Le Entità di Federazione DEVONO integrare i Trust Mark nella loro Entity Configuration utilizzando il claim trust_marks come specificato in Entity Configuration Foglie e Intermediari. Le entità POSSONO ricevere più Trust Mark per diversi ambiti autorizzativi.

{
  "iss": "https://credentials.example.gov",
  "sub": "https://credentials.example.gov",
  "jwks": {
   // jwks content
  },
  "authority_hints": ["https://trust-anchor.eid-wallet.example.it"],
  "trust_marks": [
    {
      "trust_mark_type": "https://trust-anchor.eid-wallet.example.it/trust_marks/federation-entity/credential-issuer",
      "trust_mark": "eyJhbGciOiJFUzI1NiIsImtpZCI6IlRydXN0QW5jaG9yS2V5SWQiLCJ0eXAiOiJKV1QifQ..."
    }
  ],
  "metadata": {
   // Metadata content
  }
}

{
  "iss": "https://healthcare-ci.example.gov",
  "sub": "https://healthcare-ci.example.gov",
  "jwks": {
        // jwks content
  },
  "authority_hints": ["https://healthcare.intermediate.eid-wallet.example.it"],
  "trust_marks": [
    {
      "trust_mark_type": "https://healthcare.intermediate.eid-wallet.example.it/trust_marks/federation-entity/credential-issuer",
      "trust_mark": "eyJhbGciOiJFUzI1NiIsImtpZCI6IkhlYWx0aGNhcmVJbnRlcm1lZGlhdGVLZXlJZCIsInR5cCI6IkpXVCJ9..."
    }
  ],
  "metadata": {
   // Metadata content
  }
}

8.4.5.3. Validazione Trust Mark

I partecipanti alla federazione validano lo stato del Trust Mark attraverso due meccanismi:

1. Validazione Statica: Verifica crittografica utilizzando la chiave pubblica dell'Autorità di Federazione emittente dalla catena di trust.

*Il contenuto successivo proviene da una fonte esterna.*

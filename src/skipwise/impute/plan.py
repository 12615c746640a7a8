"""The imputation plan file (YAML): what to impute, how, and how to write it.

Keys are documented in docs/imputation.md. Every problem is reported with its
line, unknown keys and names with the nearest valid one, all in one error.
"""

from __future__ import annotations

from dataclasses import dataclass, field
from pathlib import Path
from typing import Any, Iterable

from skipwise.classify import statuses as S
from skipwise.errors import Category, Problem, ProblemCode, ProblemList, SkipwiseError, did_you_mean
from skipwise.impute.fit import method_misfit
from skipwise.impute.skipaware import NEVER_IMPUTED, SKIP_METHODS, ItemRule, SkipAwareSpec
from skipwise.questionnaire.model import Questionnaire
from skipwise.questionnaire.yamlread import LineDict, LineList, is_version, load_yaml_text, read_text_file

__all__ = ["ImputePlan", "OutputSpec", "load_plan", "check_plan", "TOP_KEYS", "RULE_KEYS", "OUTPUT_KEYS"]

TOP_KEYS = ("format", "imputations", "seed", "statuses", "skip_fill", "max_redraws", "default", "items",
            "only", "exclude", "output")
RULE_KEYS = ("method", "classes", "covariates", "donors", "max_donor_use", "weights")
OUTPUT_KEYS = ("form", "imputation_column", "flag_suffix")
FORMS = ("files", "stacked")
SKIP_FILLS = ("auto", "blank", "code")
#: Most imputations a plan may ask for (each is a full copy of the data in memory).
MAX_IMPUTATIONS = 1000


@dataclass(frozen=True, kw_only=True)
class OutputSpec:
    """How completed data are written: M files (``<stem>_<k><ext>``) or one stacked file."""

    form: str = "files"
    imputation_column: str = "imputation"
    flag_suffix: str = "_imp"


@dataclass(frozen=True, kw_only=True)
class ImputePlan:
    """A parsed plan: the method spec, the output form and where each key stood."""

    spec: SkipAwareSpec
    output: OutputSpec = field(default_factory=OutputSpec)
    file: str | None = None
    lines: dict[tuple, int] = field(default_factory=dict)

    def line(self, *path: Any) -> int | None:
        while path:
            if path in self.lines:
                return self.lines[path]
            path = path[:-1]
        return None


class _Reader:
    def __init__(self, file: str | None):
        self.problems = ProblemList(file=file)
        self.lines: dict[tuple, int] = {}

    def add(self, code: ProblemCode, line: int | None, message: str, hint: str | None = None,
            item: str | None = None) -> None:
        self.problems.add(code, message, line=line, hint=hint, item=item)

    def mapping(self, value: Any, path: tuple, allowed: tuple[str, ...], line: int | None) -> LineDict | None:
        if value is None:
            return None
        if not isinstance(value, dict):
            self.add(ProblemCode.BAD_VALUE, line, f"'{'.'.join(map(str, path)) or 'plan'}' must be a mapping")
            return None
        for key in value:
            kl = value.key_line(key) if isinstance(value, LineDict) else line
            self.lines[(*path, key)] = kl
            if key not in allowed and path[-1:] != ("items",):
                self.add(ProblemCode.UNKNOWN_KEY, kl, f"unknown key '{key}'",
                         did_you_mean(str(key), allowed) or f"valid keys: {', '.join(allowed)}")
        where = f" under '{'.'.join(map(str, path))}'" if path else ""
        for key, dup_line in getattr(value, "duplicate_keys", []):
            # YAML keeps the last of two equal keys; the reader must not silently drop the first.
            self.add(ProblemCode.DUPLICATE_NAME, dup_line, f"key '{key}' is given twice{where}",
                     "keep one of them", item=str(key) if path == ("items",) else None)
        return value

    def line_of(self, m: dict, key: str) -> int | None:
        return m.key_line(key) if isinstance(m, LineDict) else None

    def integer(self, m: dict, key: str, default: int | None, low: int, high: int | None = None) -> int | None:
        if key not in m or m[key] is None:
            return default
        v = m[key]
        if isinstance(v, bool) or not isinstance(v, int) or v < low or (high is not None and v > high):
            bound = f"from {low} to {high:,}" if high is not None else f">= {low}"
            self.add(ProblemCode.BAD_VALUE, self.line_of(m, key), f"'{key}' must be a whole number {bound}, got {v!r}",
                     "common practice: 5 to 100 imputations" if key == "imputations" else None)
            return default
        return v

    def text(self, m: dict, key: str, default: str) -> str:
        """A name as the text written (YAML 1.2 rule); a list, mapping or empty text is refused."""
        if key not in m:
            return default
        t = m.text(key) if isinstance(m, LineDict) else (m[key] if isinstance(m[key], str) else None)
        if not t or not t.strip():
            self.add(ProblemCode.BAD_VALUE, self.line_of(m, key), f"'{key}' must be a name, got {m[key]!r}")
            return default
        return t

    def names(self, m: dict, key: str) -> tuple[str, ...]:
        v = m.get(key)
        if v is None:
            return ()
        if isinstance(m, LineDict) and not isinstance(v, (str, list, dict)):
            v = m.text(key)  # a name is the text written (YAML 1.2 rule)
        if isinstance(v, str):
            v = [v]
        if isinstance(v, LineList):
            v = [v.text(i) if not isinstance(x, (list, dict)) else x for i, x in enumerate(v)]
        if not isinstance(v, list) or not all(isinstance(x, str) for x in v):
            self.add(ProblemCode.BAD_VALUE, self.line_of(m, key), f"'{key}' must be a list of names")
            return ()
        return tuple(v)

    def choice(self, m: dict, key: str, choices: Iterable[str], default: str) -> str:
        v = m.get(key, default)
        choices = tuple(choices)
        if v not in choices:
            self.add(ProblemCode.BAD_VALUE, self.line_of(m, key), f"'{key}' must be one of {', '.join(choices)}, got {v!r}",
                     did_you_mean(str(v), choices))
            return default
        return v

    def rule(self, raw: Any, path: tuple, line: int | None, base: ItemRule) -> ItemRule:
        if isinstance(raw, str):  # shorthand: `item: pmm`
            raw = {"method": raw}
        m = self.mapping(raw, path, RULE_KEYS, line)
        if m is None:
            return base
        w = m.get("weights", base.weights)
        if w is not None and not isinstance(w, str):
            self.add(ProblemCode.BAD_VALUE, self.line_of(m, "weights"), "'weights' must be a column name")
            w = None
        return ItemRule(
            method=self.choice(m, "method", (*SKIP_METHODS, "none"), base.method),
            classes=self.names(m, "classes") if "classes" in m else base.classes,
            covariates=self.names(m, "covariates") if "covariates" in m else base.covariates,
            donors=self.integer(m, "donors", base.donors, 1),
            max_donor_use=self.integer(m, "max_donor_use", base.max_donor_use, 1),
            weights=w,
        )


def parse_plan(doc: Any, file: str | None = None) -> ImputePlan:
    """Check a plan's structure and build it (names are checked by :func:`check_plan`)."""
    r = _Reader(file)
    top = r.mapping(doc if doc is not None else LineDict(), (), TOP_KEYS, 1) or LineDict()
    if "format" in top and not is_version(top["format"], 1):
        r.add(ProblemCode.FORMAT_VERSION, r.line_of(top, "format"), f"plan format {top['format']!r} is not supported",
              "use format: 1")
    seed = top.get("seed")
    if seed is not None and (isinstance(seed, bool) or not isinstance(seed, int) or seed < 0):
        r.add(ProblemCode.BAD_VALUE, r.line_of(top, "seed"), f"'seed' must be a whole number >= 0, got {seed!r}")
        seed = None
    default = r.rule(top.get("default"), ("default",), r.line_of(top, "default"), ItemRule())
    items_raw = r.mapping(top.get("items"), ("items",), (), r.line_of(top, "items")) or {}
    rules, excluded = {}, list(r.names(top, "exclude"))
    for name, raw in items_raw.items():
        line = items_raw.key_line(name) if isinstance(items_raw, LineDict) else None
        rule = r.rule(raw, ("items", name), line, default)
        if rule.method == "none":
            excluded.append(str(name))
        else:
            rules[str(name)] = rule
    statuses = r.names(top, "statuses") or None
    out = r.mapping(top.get("output"), ("output",), OUTPUT_KEYS, r.line_of(top, "output")) or {}
    output = OutputSpec(form=r.choice(out, "form", FORMS, "files"),
                        imputation_column=r.text(out, "imputation_column", "imputation"),
                        flag_suffix=r.text(out, "flag_suffix", "_imp"))
    spec = SkipAwareSpec(
        default=default if default.method != "none" else ItemRule(), items=rules,
        include=r.names(top, "only") or None, exclude=tuple(excluded), statuses=statuses,
        m=r.integer(top, "imputations", 5, 1, MAX_IMPUTATIONS), seed=seed,
        skip_fill=r.choice(top, "skip_fill", SKIP_FILLS, "auto"),
        max_redraws=r.integer(top, "max_redraws", 20, 0),
    )
    r.problems.raise_if_any(headline=f"{len(r.problems)} problem(s) in imputation plan {file or ''}".strip())
    return ImputePlan(spec=spec, output=output, file=file, lines=r.lines)


def load_plan(path: str | Path | None = None, *, text: str | None = None) -> ImputePlan:
    """Read a plan file (or ``text``) and check its structure."""
    if (path is None) == (text is None):
        raise SkipwiseError(Problem(
            code=ProblemCode.BAD_VALUE, category=Category.USAGE, file=str(path) if path is not None else None,
            message="an imputation plan needs exactly one source: "
                    + ("both a file and a text were given" if path is not None else "none was given"),
            hint="pass the plan file's path, or its text as text=..., not both"))
    file = str(path) if path is not None else None
    doc = load_yaml_text(read_text_file(path) if path is not None else text, file)
    return parse_plan(doc, file)


def check_plan(plan: ImputePlan, q: Questionnaire, columns: Iterable[str]) -> None:
    """Check every name of the plan against the questionnaire and the data; raise all problems."""
    pl = ProblemList(file=plan.file)
    columns = [str(c) for c in columns]
    items = list(q.item_names)
    valid_status = [s for s in (*q.nonresponse_reasons, S.ITEM_MISSING, S.BREAKOFF)]
    spec = plan.spec

    def unknown(name: str, pool: list[str], what: str, *path: Any) -> None:
        pl.add(ProblemCode.UNKNOWN_NAME, f"{what} '{name}' is not known", line=plan.line(*path), item=name,
               hint=did_you_mean(name, pool) or None)

    for key in ("only", "exclude"):
        for name in (spec.include or ()) if key == "only" else spec.exclude:
            if name not in q:
                unknown(name, items, "item", key)
    for s in spec.statuses or ():
        if s in NEVER_IMPUTED:
            pl.add(ProblemCode.BAD_VALUE, f"status '{s}' is never imputed", line=plan.line("statuses"),
                   hint=f"choose among {', '.join(valid_status)}")
        elif s not in valid_status:
            unknown(s, valid_status, "status", "statuses")
    rules = [("default", None, spec.default)] + [("items", n, r) for n, r in spec.items.items()]
    for where, name, rule in rules:
        path = (where,) if name is None else (where, name)
        if name is not None and name not in q:
            unknown(name, items, "item", *path)
            continue
        for var in (*rule.classes, *rule.covariates, *((rule.weights,) if rule.weights else ())):
            if var not in q and var not in columns:
                unknown(var, items + columns, "class, covariate or weight column", *path)
        targets = [name] if name is not None else [t for t in spec.targets(q) if t not in spec.items]
        for t in targets:
            bad = method_misfit(q.item(t), rule.method)
            if bad:
                pl.add(ProblemCode.TYPE_CLASH, bad, line=plan.line(*path), item=t,
                       hint="give the item its own method under items:" if name is None
                       else "choose one of the methods that fit")
    _check_outputs(plan, q, columns, pl)
    pl.raise_if_any(headline=f"{len(pl)} problem(s) in imputation plan {plan.file or ''}".strip())


def _check_outputs(plan: ImputePlan, q: Questionnaire, columns: list[str], pl: ProblemList) -> None:
    """At least one item to impute, and flag / imputation-number names that clash with nothing."""
    from skipwise.generated import Generated, generated_problems

    targets = plan.spec.targets(q)
    if not targets:
        where = next((k for k in ("only", "exclude", "items", "default") if plan.line(k) is not None), None)
        pl.add(ProblemCode.BAD_VALUE, "the plan leaves no item to impute", line=plan.line(where) if where else None,
               hint="check 'only', 'exclude' and the items set to method: none (text, date and multi items "
                    "are imputed only when named under items:)")
        return
    out = plan.output
    names = []
    if out.form == "stacked":
        names.append(Generated(name=out.imputation_column, role="imputation column", file=plan.file,
                               line=plan.line("output", "imputation_column"),
                               hint="set output.imputation_column in the plan to a name the data does not use"))
    names += [Generated(name=f"{t}{out.flag_suffix}", role=f"imputation flag of '{t}'", file=plan.file,
                        line=plan.line("output", "flag_suffix"),
                        hint="set output.flag_suffix in the plan to another suffix") for t in targets]
    pl.extend(generated_problems(names, columns))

2. Validazione Dinamica: Verifica dello stato in tempo reale tramite l'endpoint /trust_mark_status dell'Autorità di Federazione emittente come definito in Endpoint API di Federazione.

Per le procedure complete di gestione dei certificati X.509, inclusa la validazione delle catene, la verifica della revoca e la gestione del ciclo di vita, vedere Operazioni di Gestione dei Certificati X.509.